I'm looking into using MDL for a redesign for my blog. Some of the layouts
(e.g. the navigation and cards) seem more efficient than using Bootstrap.

> _Polymer still has the leg up, but this is neat for projects where you know
> your user base won 't have access to the latest and greatest browser._

MDL only loses support for IE9, which a) has a low market share b) will drop
market share further as Win7 users upgrade to Win10 and c) heavy-duty websites
have been dropping support.

------
eivarv
I really don't understand the hype surrounding material design.

I get the widgets as "material" metaphor, space, motion, etc., but as I
understand it the redefinition of every widget's appearance and ignoring UI
conventions is the opposite of good design.
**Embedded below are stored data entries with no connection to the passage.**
//! What copper does a layer's file hold? Its objects put together in order, the islands they form, and the nets they name.

use std::collections::BTreeSet;

use crate::artwork::Role;
use crate::artwork::Shape;
use crate::artwork::shape::Piece;
use crate::artwork::shape::Region;
use crate::artwork::shape::Ring;
use crate::artwork::shape::bounds;
use crate::artwork::shape::disc;
use crate::artwork::shape::rectangle;
use crate::base::Nm;
use crate::base::Point;
use crate::package::read_gerber::Content;
use crate::package::read_gerber::Form;
use crate::package::read_gerber::Image;
use crate::package::read_gerber::Object;

/// A round pad as a polygon lies up to this much outside the true circle: a pad that reaches no further out of the copper adds nothing.
const CHORD: Nm = Nm(2_000);

/// One copper layer.
pub(super) struct Copper {
    pub file: String,
    pub layer: i32,
    pub islands: Vec<Island>,
    pub pads: Vec<Pad>,
}

/// One piece of copper.
pub(super) struct Island {
    pub piece: Piece,
    /// Its corners.
    pub bounds: [Point; 2],
    /// Nets that its objects name; none for text.
    pub nets: BTreeSet<String>,
    /// Whether all of it is text.
    pub is_text: bool,
}

/// A flash.
pub(super) struct Pad {
    pub at: Point,
    pub half: [Nm; 2],
    pub function: String,
    pub net: String,
}

impl Island {
    pub fn contains(&self, at: Point) -> bool {
        let [low, high] = self.bounds;
        at.x >= low.x && at.x <= high.x && at.y >= low.y && at.y <= high.y && self.piece.contains(at)
    }

    /// As a shape for the rules that measure shapes.
    pub fn shape(&self) -> Shape {
        Shape {
            outer: self.piece.outer.clone(),
            voids: self.piece.voids.clone(),
            role: if self.is_text { Role::Text } else { Role::Circuit },
            net: self.name(),
        }
    }

    /// Its nets in words.
    pub fn name(&self) -> String {
        if self.nets.is_empty() { "no net".to_string() } else { self.nets.iter().cloned().collect::<Vec<_>>().join("+") }
    }
}

impl Copper {
    /// The layer of a file, when it is a copper layer.
    pub fn of(file: &str, image: &Image) -> Option<Copper> {
        let Some(Content::Copper(layer)) = image.content else { return None };
        let mut islands: Vec<Island> = dark(image)
            .pieces
            .into_iter()
            .filter_map(|piece| {
                let bounds = bounds(piece.outer.iter().copied())?;
                Some(Island { piece, bounds, nets: BTreeSet::new(), is_text: true })
            })
            .collect();
        for object in image.objects.iter().filter(|object| object.dark) {
            let on = on(object);
            // The first of its points that lies in copper says which piece it belongs to; what was cleared whole belongs to none.
            let island = on.iter().find_map(|&at| islands.iter().position(|island| island.contains(at)));
            let Some(island) = island.and_then(|index| islands.get_mut(index)) else { continue };
            if object.function != "NonConductor" {
                island.is_text = false;
            }
            island.nets.extend(object.net.clone().filter(|net| !net.is_empty()));
        }
        let pads = image
            .objects
            .iter()
            .filter_map(|object| match object.form {
                Form::Pad(at, half, _) if object.dark => {
                    Some(Pad { at, half, function: object.function.clone(), net: object.net.clone().unwrap_or_default() })
                }
                _ => None,
            })
            .collect();
        Some(Copper { file: file.to_string(), layer, islands, pads })
    }

    /// All copper.
    pub fn region(&self) -> Region {
        Region { pieces: self.islands.iter().map(|island| island.piece.clone()).collect() }
    }

    /// The island under a point.
    pub fn island(&self, at: Point) -> Option<&Island> {
        self.islands.iter().find(|island| island.contains(at))
    }
}

/// Points of an object: corners, or the middle of a pad.
fn on(object: &Object) -> Vec<Point> {
    match &object.form {
        Form::Contour(ring) => ring.clone(),
        Form::Pad(at, ..) => vec![*at],
    }
}

/// The dark area of an image: objects in order, clear ones cut out of what came before.
pub(super) fn dark(image: &Image) -> Region {
    let mut all = Region::default();
    let mut run: Vec<Ring> = Vec::new();
    let mut run_is_dark = true;
    let mut flush = |run: &mut Vec<Ring>, is_dark: bool| {
        if !run.is_empty() {
            let area = Region::union_of(run);
            all = if is_dark { all.union(&area) } else { all.difference(&area) };
            run.clear();
        }
    };
    let mut pads = Vec::new();
    for object in &image.objects {
        match &object.form {
            Form::Contour(ring) => {
                if object.dark != run_is_dark {
                    flush(&mut run, run_is_dark);
                    run_is_dark = object.dark;
                }
                run.push(ring.clone());
            }
            Form::Pad(at, half, round) if object.dark => pads.push((*at, *half, *round)),
            Form::Pad(at, half, _) => {
                flush(&mut run, run_is_dark);
                run_is_dark = false;
                run.push(rectangle(at.shifted(-half[0], -half[1]), at.shifted(half[0], half[1])));
            }
        }
    }
    flush(&mut run, run_is_dark);
    // Pads come last in our files; one that lies in the copper anyway is left out, so that the chords of its circle cut no splinters.
    let mut beyond: Vec<Ring> = Vec::new();
    for (at, half, round) in pads {
        let [x, y] = half;
        let within = if round { disc(at, Nm((x - CHORD).0.max(1))) } else { rectangle(at.shifted(-x, -y), at.shifted(x, y)) };
        if !covered(&all, &within) {
            beyond.push(if round { disc(at, x) } else { within });
        }
    }
    if beyond.is_empty() { all } else { all.union(&Region::union_of(&beyond)) }
}

/// Whether the copper covers the ring; looks only at the pieces around it.
fn covered(all: &Region, ring: &Ring) -> bool {
    let Some(&first) = ring.first() else { return true };
    let around: Vec<Piece> = all.pieces.iter().filter(|piece| piece.contains(first)).cloned().collect();
    !around.is_empty() && Region { pieces: around }.covers(&Region::union_of(std::slice::from_ref(ring)))
}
The new design language (Material Design) is not made with any apparent
metaphors in mind (e.g. the "tabs" are just plain nonsensical as elements), do
not convey the system status or their use in any intuitive way, and is
inconsistent with the widget look users are already accustomed to (as defined
by their systems and by history).

As others have mentioned, it's hard to see any real value in this outside of
Google's own systems.

------
nkozyra
Well this was certainly better than extracting the AngularMaterial CSS,
although I preferred the semantics used for the flexbox grid in the latter.

------
nightpool
Why does this have such a heavy penalty? @dang can you comment on why this
seems to have dropped off the front 3 pages?

------
ConAntonakos
Used Polymer for a part of my team's application, but it seemed too heavy.
Also, Polymer doesn't seem optimized for anything other than Chrome right now.
I think Polymer is great for the web components portion of it. But I feel MDL
might be better if you simply want the UI/UX design.

------
thom_nic
One thing I like about material vs e.g. Bootstrap is their treatment of
widgets. In particular, the range slider & toggle slider (checkbox
alternative) seem common but bootstrap doesn't address these.

------
flowerpot
Neat. Really like the approach.

Is anyone else noticing the distracting optical illusion in the logo when
reading the first paragraph on the landing page? If I am not the only one,
someone should find a way to fix it.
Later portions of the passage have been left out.